Nancy Spector, the chief curator of the Guggenheim museum in New York, has rebuffed a request from President Donald Trump to borrow Van Gogh’s Landscape with Snow (1888), for his and Melania’s private living quarters.
Instead, Spector offers America, the title of Maurizio Cattelan’s fully-functioning, solid gold toilet, which had been installed in the Guggenheim’s rest-rooms for almost a year, and was seen—and presumably used by—hundreds of thousands of people, according to Spector’s blog, which called it a “cipher for the excesses of affluence.”
The offer, which has only recently been revealed—the email dates from last September—leaves me uncomfortable. Of course it is terribly funny, but I feel that in making the offer Spector is descending to Trump’s puerile level—the equivalent of one of his insulting tweets.

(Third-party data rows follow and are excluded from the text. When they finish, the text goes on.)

#include "ledger/schema.hpp"

#include <fmt/format.h>

#include <array>
#include <string_view>

namespace ringwright::schema {
namespace {

constexpr const char* tables = R"(
CREATE TABLE entries(
  number INTEGER PRIMARY KEY AUTOINCREMENT,
  utc TEXT NOT NULL,
  software_version TEXT NOT NULL,
  previous_hash TEXT NOT NULL,
  hash TEXT NOT NULL UNIQUE,
  supersedes INTEGER REFERENCES entries(number),
  reason TEXT NOT NULL,
  article_type TEXT NOT NULL,
  serial TEXT NOT NULL,
  operator TEXT NOT NULL,
  test_date TEXT NOT NULL,
  decision TEXT NOT NULL,
  arguments TEXT NOT NULL,
  recordings TEXT NOT NULL,
  sheet_name TEXT NOT NULL,
  sheet TEXT NOT NULL,
  result TEXT NOT NULL
) STRICT;
CREATE TABLE figures(
  entry INTEGER NOT NULL REFERENCES entries(number),
  quantity TEXT NOT NULL,
  unit TEXT NOT NULL,
  value REAL NOT NULL,
  standard_uncertainty REAL NOT NULL,
  low REAL,
  high REAL,
  degrees_of_freedom REAL,
  PRIMARY KEY(entry, quantity)
) STRICT, WITHOUT ROWID;
CREATE TABLE seals(
  number INTEGER PRIMARY KEY,
  hash TEXT NOT NULL
) STRICT;
)";

struct Guard {
    const char* name;
    const char* sql;
};

// REPLACE removes a row without firing its delete trigger, so insertion is guarded as well.
constexpr std::array guards{
    Guard{"entries_are_never_changed",
          "CREATE TRIGGER entries_are_never_changed BEFORE UPDATE ON entries "
          "BEGIN SELECT RAISE(ABORT, 'an entry of a ledger is never changed'); END"},
    Guard{"entries_are_never_removed",
          "CREATE TRIGGER entries_are_never_removed BEFORE DELETE ON entries "
          "BEGIN SELECT RAISE(ABORT, 'an entry of a ledger is never removed'); END"},
    Guard{"entries_follow_each_other",
          "CREATE TRIGGER entries_follow_each_other BEFORE INSERT ON entries "
          "WHEN NEW.number IS NOT (SELECT coalesce(max(number), 0) + 1 FROM entries) "
          "BEGIN SELECT RAISE(ABORT, 'entries of a ledger follow each other without a gap'); END"},
    Guard{"figures_are_never_changed",
          "CREATE TRIGGER figures_are_never_changed BEFORE UPDATE ON figures "
          "BEGIN SELECT RAISE(ABORT, 'a figure of a ledger is never changed'); END"},
    Guard{"figures_are_never_removed",
          "CREATE TRIGGER figures_are_never_removed BEFORE DELETE ON figures "
          "BEGIN SELECT RAISE(ABORT, 'a figure of a ledger is never removed'); END"},
    Guard{"figures_are_never_replaced",
          "CREATE TRIGGER figures_are_never_replaced BEFORE INSERT ON figures "
          "WHEN EXISTS (SELECT 1 FROM figures WHERE entry = NEW.entry AND quantity = NEW.quantity) "
          "BEGIN SELECT RAISE(ABORT, 'a figure of a ledger is never replaced'); END"},
    Guard{"seals_are_never_changed",
          "CREATE TRIGGER seals_are_never_changed BEFORE UPDATE ON seals "
          "BEGIN SELECT RAISE(ABORT, 'a seal of a ledger is never changed'); END"},
    Guard{"seals_are_never_removed",
          "CREATE TRIGGER seals_are_never_removed BEFORE DELETE ON seals "
          "BEGIN SELECT RAISE(ABORT, 'a seal of a ledger is never removed'); END"},
    Guard{"seals_are_never_replaced",
          "CREATE TRIGGER seals_are_never_replaced BEFORE INSERT ON seals "
          "WHEN EXISTS (SELECT 1 FROM seals WHERE number = NEW.number) "
          "BEGIN SELECT RAISE(ABORT, 'a seal of a ledger is never replaced'); END"},
};

/// Version 1: tables and guards.
void make_tables(SQLite::Database& database) {
    database.exec(tables);
    for (const Guard& guard : guards) database.exec(guard.sql);
    database.exec(fmt::format("PRAGMA application_id = {}", application_id));
}

/// Version 2: indexes, so that charts over one quantity and the history of one article do not read the whole
/// file.
void make_indexes(SQLite::Database& database) {
    database.exec(
        "CREATE INDEX figures_by_quantity ON figures(quantity, entry, value, standard_uncertainty, unit)");
    database.exec("CREATE INDEX entries_by_article ON entries(article_type, serial)");
    database.exec("CREATE INDEX entries_by_superseded ON entries(supersedes) WHERE supersedes IS NOT NULL");
}

int pragma(SQLite::Database& database, const char* name) {
    return database.execAndGet(std::string("PRAGMA ") + name).getInt();
}

}  // namespace

Identity identify(SQLite::Database& database) {
    const int id = pragma(database, "application_id");
    if (id == application_id) return {Kind::ledger, pragma(database, "user_version")};
    const bool bare = database.execAndGet("SELECT count(*) FROM sqlite_schema").getInt64() == 0 && id == 0;
    return {bare ? Kind::empty : Kind::other, 0};
}

void lift(SQLite::Database& database, int from_version, int to_version) {
    using Step = void (*)(SQLite::Database&);
    constexpr std::array<Step, current_version> steps{make_tables, make_indexes};
    for (int version = from_version; version < to_version; ++version)
        steps[static_cast<std::size_t>(version)](database);
    database.exec(fmt::format("PRAGMA user_version = {}", to_version));
}

std::vector<std::string> missing_guards(const SQLite::Database& database) {
    std::vector<std::string> missing;
    SQLite::Statement query(database, "SELECT sql FROM sqlite_schema WHERE type = 'trigger' AND name = ?");
    for (const Guard& guard : guards) {
        query.reset();
        query.bind(1, guard.name);
        if (!query.executeStep() || query.getColumn(0).getString() != guard.sql)
            missing.emplace_back(guard.name);
    }
    return missing;
}

}  // namespace ringwright::schema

Make no mistake, I am revolted by Trump, by his rolling back of so many gains made in the past decades, on the environment, on womens’ rights, on race relations, immigration and much more. He seems to me massively unfit for the function he now occupies.

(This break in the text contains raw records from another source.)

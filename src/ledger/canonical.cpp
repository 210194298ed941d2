#include <fmt/format.h>
#include <openssl/evp.h>

#include <array>
#include <fstream>
#include <memory>
#include <stdexcept>

#include "ledger/documents.hpp"
#include "ringwright/ledger.hpp"

namespace ringwright {
namespace {

void append(std::string& text, std::string_view name, std::string_view bytes) {
    text += fmt::format("{} {}\n", name, bytes.size());
    text += bytes;
    text += '\n';
}

std::string number_or_nothing(std::optional<std::int64_t> number) {
    return number ? fmt::format("{}", *number) : std::string();
}

using Digest = std::unique_ptr<EVP_MD_CTX, decltype(&EVP_MD_CTX_free)>;

void require(int success) {
    if (success != 1) throw std::runtime_error("SHA-256 is not available");
}

Digest new_digest() {
    Digest digest(EVP_MD_CTX_new(), EVP_MD_CTX_free);
    require(digest && EVP_DigestInit_ex(digest.get(), EVP_sha256(), nullptr) == 1 ? 1 : 0);
    return digest;
}

std::string hex_of(const Digest& digest) {
    std::array<unsigned char, EVP_MAX_MD_SIZE> bytes{};
    unsigned int length = 0;
    require(EVP_DigestFinal_ex(digest.get(), bytes.data(), &length));
    std::string text;
    for (unsigned int i = 0; i < length; ++i) text += fmt::format("{:02x}", bytes[i]);
    return text;
}

}  // namespace

std::string canonical_text(const LedgerEntry& entry) {
    std::string text = "ringwright ledger entry 1\n";
    const EntrySummary& summary = entry.summary;
    append(text, "number", fmt::format("{}", summary.number));
    append(text, "utc", summary.utc);
    append(text, "software_version", summary.software_version);
    append(text, "previous_hash", summary.previous_hash);
    append(text, "supersedes", number_or_nothing(summary.supersedes));
    append(text, "reason", summary.reason);
    append(text, "article_type", summary.article_type);
    append(text, "serial", summary.serial);
    append(text, "operator", summary.test_operator);
    append(text, "test_date", summary.test_date);
    append(text, "decision", summary.decision);
    append(text, "arguments", documents::arguments_as_json(entry.arguments));
    append(text, "recordings", documents::recordings_as_json(entry.recordings));
    append(text, "sheet_name", entry.sheet_name);
    append(text, "sheet", entry.sheet_text);
    append(text, "result", entry.result_json);
    return text;
}

std::string sha256_of(std::string_view bytes) {
    const Digest digest = new_digest();
    require(EVP_DigestUpdate(digest.get(), bytes.data(), bytes.size()));
    return hex_of(digest);
}

std::string sha256_of_file(const std::string& path) {
    std::ifstream file(path, std::ios::binary);
    if (!file) return "";
    const Digest digest = new_digest();
    std::string piece(1 << 20, '\0');
    while (file.read(piece.data(), static_cast<std::streamsize>(piece.size())) || file.gcount() > 0)
        require(EVP_DigestUpdate(digest.get(), piece.data(), static_cast<std::size_t>(file.gcount())));
    return file.bad() ? "" : hex_of(digest);
}

}  // namespace ringwright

But does Spector do any service to the liberal cause with her offer? Her suggestion will alienate exactly those who a museum should seek to engage with, and is a gift to those who already castigate the liberal, metropolitan elite as being sneering and out of touch with the ordinary person.
In addition Spector is acting as the representative of a museum, whose role is—or should be—to elevate the public discourse and offer inspiration towards higher ideals rather than a playground brawl. It is her absolute right to resist, but just not in this way.